Additionally, to quantify the variability introduced by manual digitisation, we re-digitised a randomly selected subset of approximately 10% of all figures in AedesTraits. Five operators extracted the data using WebPlotDigitizer29, and we compared the results across operators for identical datapoints. The analysis was performed by grouping points according to relevant contextual variables (e.g., sex, temperature, life stage, and additional stressors) to ensure that variability was measured within comparable experimental contexts. For each group, we calculated the coefficient of variation (CV), the robust coefficient of variation (rCV), and the quartile coefficient of dispersion (QDC). The rCV was computed as:

$${\rm{rCV}}=\frac{1.4826\times {\rm{MAD}}}{| {\rm{Median}}| }$$

where MAD is the median absolute deviation. The factor 1.4826 scales the MAD to be comparable to the standard deviation under a normal distribution41. Unlike the conventional CV, the rCV is less sensitive to outliers and skewed distributions, making it particularly appropriate for heterogeneous datasets. The QDC, defined as

$${\rm{QDC}}=\frac{{Q}_{3}-{Q}_{1}}{{Q}_{3}+{Q}_{1}}$$

(where Q1 and Q3 are the first and third quartiles, respectively), provides a robust, unitless measure of dispersion. Across all re-digitised points, we obtained a mean CV of 0.121 (SD = 0.257; median = 0.010), a mean rCV of 0.113 (SD = 0.282; median = 0.005), and a mean QDC of 0.072 (SD = 0.163; median = 0.005). While the low medians indicate high consistency for most points, the large standard deviations reveal that some points exhibited substantial variability among operators. These high-variability cases likely arose from figures with low resolution, overlapping datapoints, unclear axis scaling, or non-standard layouts. Although the median values suggest that the majority of digitised points were extracted consistently, this analysis confirms that manual digitisation inevitably introduces additional variability compared to direct use of raw numerical data. The observed pattern is not unexpected for retrospective data extraction, but it underscores the importance of publishing primary datasets in machine-readable form to improve reproducibility and reduce uncertainty. We did not assess accuracy per se, as true values were unavailable; our metrics therefore focus exclusively on inter-operator consistency.

Usage Notes

Users are advised not to use the dataset for fine-scale spatial modelling, as some locations are approximate and intended solely to indicate general collection regions rather than precise georeferencing. Georeferenced information for laboratory cultures should be treated with particular caution, as it may reflect either the colony location or the original collection site; in either case, such data are not suitable for spatial interpolation.
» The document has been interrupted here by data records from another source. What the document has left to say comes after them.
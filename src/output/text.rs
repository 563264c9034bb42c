//! Minimal antialiased text drawing with the embedded DejaVu Sans font.
//!
//! Glyph coverage from `ab_glyph` is alpha-blended onto an `RgbImage`.
//! If the embedded font cannot be parsed, text is silently skipped rather
//! than failing the frame.

use std::sync::OnceLock;

use ab_glyph::{point, Font, FontRef, GlyphId, PxScale, ScaleFont};
use image::RgbImage;

/// The parsed embedded font, or `None` if parsing failed.
fn font() -> Option<&'static FontRef<'static>> {
    static FONT: OnceLock<Option<FontRef<'static>>> = OnceLock::new();
    FONT.get_or_init(|| FontRef::try_from_slice(dejavu::sans::regular()).ok())
        .as_ref()
}

/// Width in pixels of `text` set at `px` pixels per em.
pub(crate) fn text_width(text: &str, px: f32) -> f32 {
    let Some(font) = font() else { return 0.0 };
    let scaled = font.as_scaled(PxScale::from(px));
    let mut width = 0.0;
    let mut prev: Option<GlyphId> = None;
    for c in text.chars() {
        let id = scaled.glyph_id(c);
        if let Some(p) = prev {
            width += scaled.kern(p, id);
        }
        width += scaled.h_advance(id);
        prev = Some(id);
    }
    width
}

/// Draws `text` with its top-left corner (of the line box) at `(x, y_top)`.
/// Pixels outside the image are clipped. Returns the advance width.
pub(crate) fn draw_text(img: &mut RgbImage, text: &str, x: f32, y_top: f32, px: f32, colour: [u8; 3]) -> f32 {
    let Some(font) = font() else { return 0.0 };
    let scaled = font.as_scaled(PxScale::from(px));
    let baseline = y_top + scaled.ascent();
    let (w, h) = img.dimensions();
    let mut caret = x;
    let mut prev: Option<GlyphId> = None;
    for c in text.chars() {
        let id = scaled.glyph_id(c);
        if let Some(p) = prev {
            caret += scaled.kern(p, id);
        }
        let glyph = id.with_scale_and_position(PxScale::from(px), point(caret, baseline));
        caret += scaled.h_advance(id);
        prev = Some(id);
        let Some(outlined) = font.outline_glyph(glyph) else {
            continue;
        };
        let b = outlined.px_bounds();
        outlined.draw(|gx, gy, cov| {
            let ix = b.min.x as i64 + i64::from(gx);
            let iy = b.min.y as i64 + i64::from(gy);
            if ix < 0 || iy < 0 || ix >= i64::from(w) || iy >= i64::from(h) {
                return;
            }
            let a = cov.clamp(0.0, 1.0);
            let p = img.get_pixel_mut(ix as u32, iy as u32);
            for (c, &fg) in p.0.iter_mut().zip(colour.iter()) {
                let bg = f32::from(*c);
                *c = (bg + (f32::from(fg) - bg) * a).round() as u8;
            }
        });
    }
    caret - x
}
The dataset preserves the original definitions and measurement protocols of all traits, even when similarly named traits differ in biological meaning across studies. This approach ensures transparency and methodological fidelity, but it also means that users should carefully inspect the “trait_definition” field and accompanying metadata before combining data across sources. Apparent duplicates, such as repeated use of the same laboratory strain in different experiments, were retained when the experimental settings differed, as the aim was to capture as much biological variability as possible.

Although the focus is on experimental studies where temperature was the main manipulated variable, some records also reflect interactions between temperature and other factors, such as resource availability. Traits measured without concurrent temperature manipulation were excluded. Other environmental drivers, including precipitation and humidity, can also influence mosquito traits but are not directly represented here.

Overall, AedesTraits should be considered a structured compilation of diverse trait data presented within a systematised framework, rather than a fully standardised dataset in which all records are directly comparable without further filtering or transformation. Users should therefore avoid spatial interpolation for approximate locations, carefully review trait definitions, and take into account experimental context before fitting temperature-performance curves or conducting cross-study comparisons.